True, but what happens if the stupid thing floods? the waters going to run right into that outlet box..


----------



## erics37 (May 7, 2009)

rnichols said:


> True, but what happens if the stupid thing floods? the waters going to run right into that outlet box..


... and trip a circuit breaker.

You can't wire a house to accommodate every possible disaster that might possibly someday happen.


----------



## rnichols (Apr 19, 2011)

erics37 said:


> ... and trip a circuit breaker.
> 
> You can't wire a house to accommodate every possible disaster that might possibly someday happen.

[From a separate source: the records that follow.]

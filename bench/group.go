package main

import (
	"bytes"
	"context"
	"encoding/json"
	"fmt"
	"io"
	"net/http"
	"os"
	"runtime"
	"slices"
	"strings"
	"syscall"
	"time"

	"github.com/segmentio/kafka-go"
	"github.com/twmb/franz-go/pkg/kfake"

	"tidemark/api"
	"tidemark/api/intake"
	"tidemark/bench/synth"
	"tidemark/learner"
)

// groupScale is issue 14's measure: events per second through one, two and
// three instances of one consumer group (in this process, on an in-process
// broker, a six-partition topic of the demo scenario over 60 rooms), with
// the process's CPU time per event, against plain kafka-go partition
// readers draining the same topic; then predict latency answered by the
// key's owner against forwarded by another instance, call by call.
func groupScale() string {
	days := 58 // 60 rooms × 288 readings a day: 10⁶ events
	if quick {
		days = 17
	}
	var buf bytes.Buffer
	synth.Write(&buf, synth.Config{Days: days, Seed: 5, Rooms: 60})
	lines := bytes.Split(bytes.TrimSpace(buf.Bytes()), []byte("\n"))
	addr, last, closeBroker := topicOf(6, lines, true)
	defer closeBroker()
	total := int64(len(lines))

	var b strings.Builder
	fmt.Fprintf(&b, "consumer group: %d events over 6 partitions (60 keys, one rls learner), in-process broker, %d cores\n", total, runtime.NumCPU())
	// The floor is taken again before each group, so that each ratio sets
	// a group against draining measured moments before it.
	drain := func() (rate, cpu float64) {
		c0 := cpuTime()
		got, firstAt, err := intake.Drain(context.Background(), []string{addr}, "events", last)
		if err != nil {
			panic(err)
		}
		return float64(got-1) / time.Since(firstAt).Seconds(), (cpuTime() - c0).Seconds() * 1e6 / float64(got)
	}
	for n := 1; n <= 3; n++ {
		floorRate, floorCPU := drain()
		fmt.Fprintf(&b, "  floor, plain kafka-go readers draining the topic: %.0f events/s, %.2f CPU µs/event\n", floorRate, floorCPU)
		shared, _ := os.MkdirTemp("", "tidemark-bench-group-")
		cpu0 := cpuTime()
		t0 := time.Now()
		var svcs []*api.Service
		var stops []func()
		for range n {
			svc, stop := runService(api.Config{CheckpointEvery: 1 << 40, CheckpointDir: shared,
				Kafka: &intake.KafkaConfig{Brokers: []string{addr}, Topic: "events", Group: fmt.Sprintf("bench-%d", n)}})
			svcs, stops = append(svcs, svc), append(stops, stop)
		}
		// Joining and the rebalances it brings are a one-off cost: the rate
		// that matters, catching up on a backlog, is timed from the moment
		// the group has settled (every instance owns partitions, none move).
		var settled time.Time
		var atSettle int64
		for !groupCovers(svcs, last) {
			if settled.IsZero() && groupSettled(svcs) {
				settled = time.Now()
				for _, s := range svcs {
					a, _ := s.Progress(nil)
					atSettle += a
				}
			}
			time.Sleep(2 * time.Millisecond)
		}
		end := time.Now()
		cpu := (cpuTime() - cpu0).Seconds() * 1e6 / float64(total)
		steady := "drained before the group settled"
		if !settled.IsZero() {
			r := float64(total-atSettle) / end.Sub(settled).Seconds()
			steady = fmt.Sprintf("%12.0f events/s after it settled (%.2f s after start, %d%% of the backlog left; %.2f× the floor's time)",
				r, settled.Sub(t0).Seconds(), 100*(total-atSettle)/total, floorRate/r)
		}
		fmt.Fprintf(&b, "  %d instance(s): %12.0f events/s from start, %.2f CPU µs/event; %s\n", n, float64(total)/end.Sub(t0).Seconds(), cpu, steady)
		if n == 2 {
			fmt.Fprint(&b, forwardLatency(svcs))
		}
		for _, stop := range stops {
			stop()
		}
		os.RemoveAll(shared)
	}
	return b.String()
}

// groupSettled reports whether every instance owns partitions, none are
// moving, and together they own all six.
func groupSettled(svcs []*api.Service) bool {
	owned := map[int32]bool{}
	for _, s := range svcs {
		resp, err := http.Get("http://" + s.Addr() + "/v1/cluster?scope=instance")
		if err != nil {
			return false
		}
		var v api.InstanceView
		json.NewDecoder(resp.Body).Decode(&v)
		resp.Body.Close()
		if len(v.Partitions) == 0 || len(v.Moving) > 0 {
			return false
		}
		for _, p := range v.Partitions {
			owned[p.Partition] = true
		}
	}
	return len(owned) == 6
}

// topicOf starts an in-process broker (kfake) whose topic "events" has
// the given partitions and holds lines, keyed by their events' keys (the Java
// client's partitioner) when keyed is set, else spread round-robin; it
// returns the broker's address, each partition's last offset, and what
// stops the broker.
func topicOf(partitions int32, lines [][]byte, keyed bool) (string, []learner.Position, func()) {
	c, err := kfake.NewCluster(kfake.NumBrokers(1), kfake.SeedTopics(partitions, "events"))
	if err != nil {
		panic(err)
	}
	addr := c.ListenAddrs()[0]
	w := &kafka.Writer{Addr: kafka.TCP(addr), Topic: "events", Balancer: &kafka.RoundRobin{}, BatchSize: 1000, BatchTimeout: 5 * time.Millisecond}
	if keyed {
		w.Balancer = kafka.Murmur2Balancer{Consistent: true}
	}
	var msgs []kafka.Message
	var ev learner.Event
	for _, l := range lines {
		m := kafka.Message{Value: l}
		if keyed {
			ev.Key = ""
			learner.DecodeEvent(l, &ev)
			m.Key = []byte(ev.Key)
		}
		msgs = append(msgs, m)
	}
	if err := w.WriteMessages(context.Background(), msgs...); err != nil {
		panic(err)
	}
	w.Close()
	k, _ := intake.NewKafka(intake.KafkaConfig{Brokers: []string{addr}, Topic: "events"})
	k.Refresh(context.Background())
	return addr, k.HighWater(), c.Close
}

// groupCovers reports whether every position of want is covered by one of
// the instances.
func groupCovers(svcs []*api.Service, want []learner.Position) bool {
	for _, p := range want {
		covered := false
		for _, s := range svcs {
			_, ok := s.Progress([]learner.Position{p})
			covered = covered || ok
		}
		if !covered {
			return false
		}
	}
	return true
}

// forwardLatency times predicts for one key asked of its owner and of the
// other instance (which forwards), interleaved call by call.
func forwardLatency(svcs []*api.Service) string {
	var owner, other string
	for other == "" || owner == "" {
		owner, other = "", ""
		for _, s := range svcs {
			resp, err := http.Get("http://" + s.Addr() + "/v1/cluster?scope=instance")
			if err != nil {
				panic(err)
			}
			var v api.InstanceView
			json.NewDecoder(resp.Body).Decode(&v)
			resp.Body.Close()
			if slices.ContainsFunc(v.Partitions, func(p api.PartitionView) bool { return p.Partition == ownerPartition }) {
				owner = "http://" + s.Addr()
			} else {
				other = "http://" + s.Addr()
			}
		}
		time.Sleep(10 * time.Millisecond)
	}
	row := []byte(`{"key":"` + ownerKey + `","time":"2026-03-05T12:00:00Z","features":{"outdoor_c":14.2,"door_min":2,"shift":"day"}}`)
	client := &http.Client{}
	ask := func(base string) time.Duration { return timedPredict(client, base, row) }
	rounds := 4000
	if quick {
		rounds = 1000
	}
	var local, fwd []time.Duration
	for range rounds {
		local = append(local, ask(owner))
		fwd = append(fwd, ask(other))
	}
	slices.Sort(local)
	slices.Sort(fwd)
	q := func(d []time.Duration, f float64) float64 { return float64(d[int(f*float64(len(d)-1))].Microseconds()) }
	return fmt.Sprintf("  predict, two instances, %d calls each, interleaved: answered by the owner p50 %.0f µs p99 %.0f µs; forwarded p50 %.0f µs p99 %.0f µs (%.2f× and %.2f×)\n",
		rounds, q(local, 0.5), q(local, 0.99), q(fwd, 0.5), q(fwd, 0.99), q(fwd, 0.5)/q(local, 0.5), q(fwd, 0.99)/q(local, 0.99))
}

// ownerKey is a key of the scenario and ownerPartition its partition under
// the Java client's partitioner (murmur2) over six partitions.
var ownerKey = "room-b"
var ownerPartition = intake.Partitioners["murmur2"](ownerKey, 6)

// cpuTime is the process's user and system CPU time so far.
func cpuTime() time.Duration {
	var ru syscall.Rusage
	syscall.Getrusage(syscall.RUSAGE_SELF, &ru)
	return time.Duration(ru.Utime.Nano() + ru.Stime.Nano())
}

// timedPredict times one POST /v1/predict of row to the service at base
// (scheme and host), which must answer 200.
func timedPredict(client *http.Client, base string, row []byte) time.Duration {
	t0 := time.Now()
	resp, err := client.Post(base+"/v1/predict", "application/json", bytes.NewReader(row))
	if err != nil {
		panic(err)
	}
	io.Copy(io.Discard, resp.Body)
	resp.Body.Close()
	if resp.StatusCode != 200 {
		panic(fmt.Sprintf("predict: %s", resp.Status))
	}
	return time.Since(t0)
}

I understand that you cant accommodate every possible disaster that might possibly happen.. but why put it that low if you have the drywall already opened, the wire comes from the top of the wall.. What is the need for it to be that low?


----------



## Julius793 (Nov 29, 2011)

rnichols said:


> I understand that you cant accommodate every possible disaster that might possibly happen.. but why put it that low if you have the drywall already opened, the wire comes from the top of the wall.. What is the need for it to be that low?


In case someone's really short


----------



## thegoldenboy (Aug 15, 2010)

rnichols said:


> True, but what happens if the stupid thing floods?


True, but what if it doesn't?


----------



## leland (Dec 28, 2007)

Check out- 422.16(B)(2)

Cord no longer than 4' shorter than 3'.
Rec located in... 'space occupied by equipment OR adjacent to."

No Prob.:thumbsup:


----------



## GEORGE D (Apr 2, 2009)

Maybe he left wire in wall for straight connection but somehow ended up short so instead he cut in a box from where it was and put a recep.


----------



## leland (Dec 28, 2007)

rnichols said:


> I understand that you cant accommodate every possible disaster that might possibly happen.. but why put it that low if you have the drywall already opened, the wire comes from the top of the wall.. What is the need for it to be that low?



if this is a rehab,and the NMB is already there. Why pull in/box a new one?


----------



## GEORGE D (Apr 2, 2009)

thegoldenboy said:


> If you're servicing the dishwasher, you're pulling it out. If you're pulling it out, you're able to unplug it... right?


This may not be true in every case, what if technician just needed to work on door controls?


----------



## rnichols (Apr 19, 2011)

GEORGE D said:


> Maybe he left wire in wall for straight connection but somehow ended up short so instead he cut in a box from where it was and put a recep.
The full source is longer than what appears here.